Exporting to DVCAM issues

gatekeeper1337 wrote on 8/27/2002, 8:31 AM
I have captured video 720x480 using the YUV. I have rendered the video as a 720x480 NTSC DV. When I watch the video on the PC everything is fine. But when I use the print to tape function, the motion of the video is choppy and there are horizontal lines of choppiness in all of the video that was originally YUV. The other video that isn't YUV plays fine and has no problems. Any suggestions?

Comments

SonyDennis wrote on 8/27/2002, 8:43 AM
I'm guessing that the media properties for the YUV clip are not set right for field order. Perhaps it's set as "none (progressive)" and it should really be lower field first or upper field first.
///d@
SonyEPM wrote on 8/27/2002, 8:59 AM
"I have captured video 720x480 using the YUV"

What format was the oroiginal source material, and what tools did you use to capture it?
gatekeeper1337 wrote on 8/27/2002, 5:27 PM
I have the ATI 8500DV. I used the RCA inputs on the dongle connected to a VCR. It is possible that I it is on progressive. Can I convert those files or do I have to recapture them?
gatekeeper1337 wrote on 8/27/2002, 5:29 PM
Okay I looked and it is lower field first, not progressive.
Lajko wrote on 8/28/2002, 1:17 AM
This problem is what I had and spend a week solving it, even installing the TI 1394 drivers (which was a BIG mistake) and reinstalling everything.

Having a 1.6ghz system with ultra fast hard drives, I, too, wondered why I had problems. It all came down to hard drive and the interface speed.

basically, when rendering from my main 80 gig drive (partitioned 30+30+20) I had problems, but when using a different drive connected through a different IDE cable everything worked perfectly - even though it was a slower drive.

After moving/reconnecting/changing drives for a couple days and trying everything, it really comes down to the speed of the IDE interface. The interface on the motherboard was just not fast enough. Everything worked when the drives were run from a Promise Technology Ultra 100 TX2 IDE controller.

Try getting one of those and plug a second drive into it. Also, check your VV settings. Insure the prerendering temp drive is that drive (it defaults to drive C: ) Once I had the drive in and routed all temp files and rendering to that drive all printing to tape was perfect.

as a test, I had the same file on the main drive and it had your problems when rendering to tape. Just switching the temp drive for prerendering to the other drive made everything work. after all, it is that drive where it renders the video and gets the files to print to tape.

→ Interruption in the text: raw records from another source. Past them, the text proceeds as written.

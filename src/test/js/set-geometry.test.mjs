// The set planner drawing's geometry, worked by hand: a round-wound string's outside diameter is
// its core plus twice the wrap wire (one layer each side, common practice); a drawing to scale
// multiplies every gauge by the same factor; bars on one scale are in the ratio of their values.
import { test } from 'node:test';
import assert from 'node:assert/strict';
import { bandAt, gaugeScale, loadShares, neckRows, niceCeil, outerDiameterMm } from '../../../static-assets/js/strings/set-geometry.js';

const close = (a, b, tol = 1e-9) => assert.ok(Math.abs(a - b) <= tol, `${a} is not ${b}`);

test('outside diameters: the core, or the core and two wraps', () => {
  close(outerDiameterMm({ diameterMm: 0.254 }), 0.254);
  close(outerDiameterMm({ diameterMm: 0.43, wrapDiameterMm: 0.325 }), 1.08);
  close(outerDiameterMm({ diameterMm: 0.3, wrapDiameterMm: null }), 0.3);
  assert.ok(Number.isNaN(outerDiameterMm({ diameterMm: null })));
  assert.ok(Number.isNaN(outerDiameterMm({ diameterMm: 0 })));
});

test('round scale ends', () => {
  assert.deepEqual([71.3, 100, 0.3, 230, 4.2, 1.2e3].map(niceCeil), [100, 100, 0.5, 250, 5, 2000]);
  assert.equal(niceCeil(0), 1);
  assert.equal(niceCeil(NaN), 1);
});

test('one magnification for every gauge: the thickest at the wanted width, thin sets capped', () => {
  close(gaugeScale([0.254, 1.08], { maxWidthPx: 10.8 }), 10);
  close(gaugeScale([0.2, 0.3], { maxWidthPx: 11, cap: 16 }), 16);
  close(gaugeScale([], { cap: 16 }), 16);
});

test('rows: widths in proportion to the gauges, bars to the tensions, bands to the shares', () => {
  const members = [
    { outerMm: 0.254, tensionN: 70.76, stressFraction: 0.58 },
    { outerMm: 1.08, tensionN: 80, stressFraction: 0.31 },
    { outerMm: 0.54, tensionN: 40, stressFraction: 1.4 },
  ];
  const L = neckRows(members, { top: 10, pitch: 30, barPx: 200, bandPx: 100, maxWidthPx: 10.8 });
  close(L.pxPerMm, 10);
  assert.equal(L.tensionScaleN, 100);
  assert.deepEqual(L.rows.map((r) => r.y), [25, 55, 85]);
  close(L.rows[0].widthPx, 2.54);
  close(L.rows[1].widthPx, 10.8);
  close(L.rows[2].widthPx / L.rows[0].widthPx, 0.54 / 0.254);
  close(L.rows[1].barPx, 160);             // 80 N of a 100 N scale over 200 px
  close(L.rows[2].barPx / L.rows[1].barPx, 0.5);
  close(L.rows[0].bandPx, 58);
  close(L.rows[2].bandPx, 100);            // beyond the strength: the full band, the figure says how far
  assert.equal(neckRows([{ outerMm: 0.3, tensionN: 50, stressFraction: NaN }]).rows[0].bandPx, null);
});

test('limits on the band, and the shares of the total load', () => {
  close(bandAt(0.75, 120), 90);
  assert.equal(bandAt(undefined, 120), null);
  const shares = loadShares([70, 30, NaN, -1]);
  assert.deepEqual(shares, [0.7, 0.3, 0, 0]);
  assert.deepEqual(loadShares([0, 0]), [0, 0]);
});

gatekeeper1337 wrote on 8/29/2002, 2:38 PM
I have 3 drives. 1 40GB (5400RPM), 1 60GB (7200RPM) and a 120GB (7200RPM). All temp and raw files are on the on 120 and the rendered are on the 60. The 120 is on the Promise card and the others are on the DMA100s on the motherboard. I don't think it is a problem because I have used my 60 to print to tape and never had any problems. It is whenever I have YUV in the video. I created a test file, half DV and half YUV. When rendered, the DV that I used plays fine but the YUV goes choppy. Again, I don't think that speed is an issue.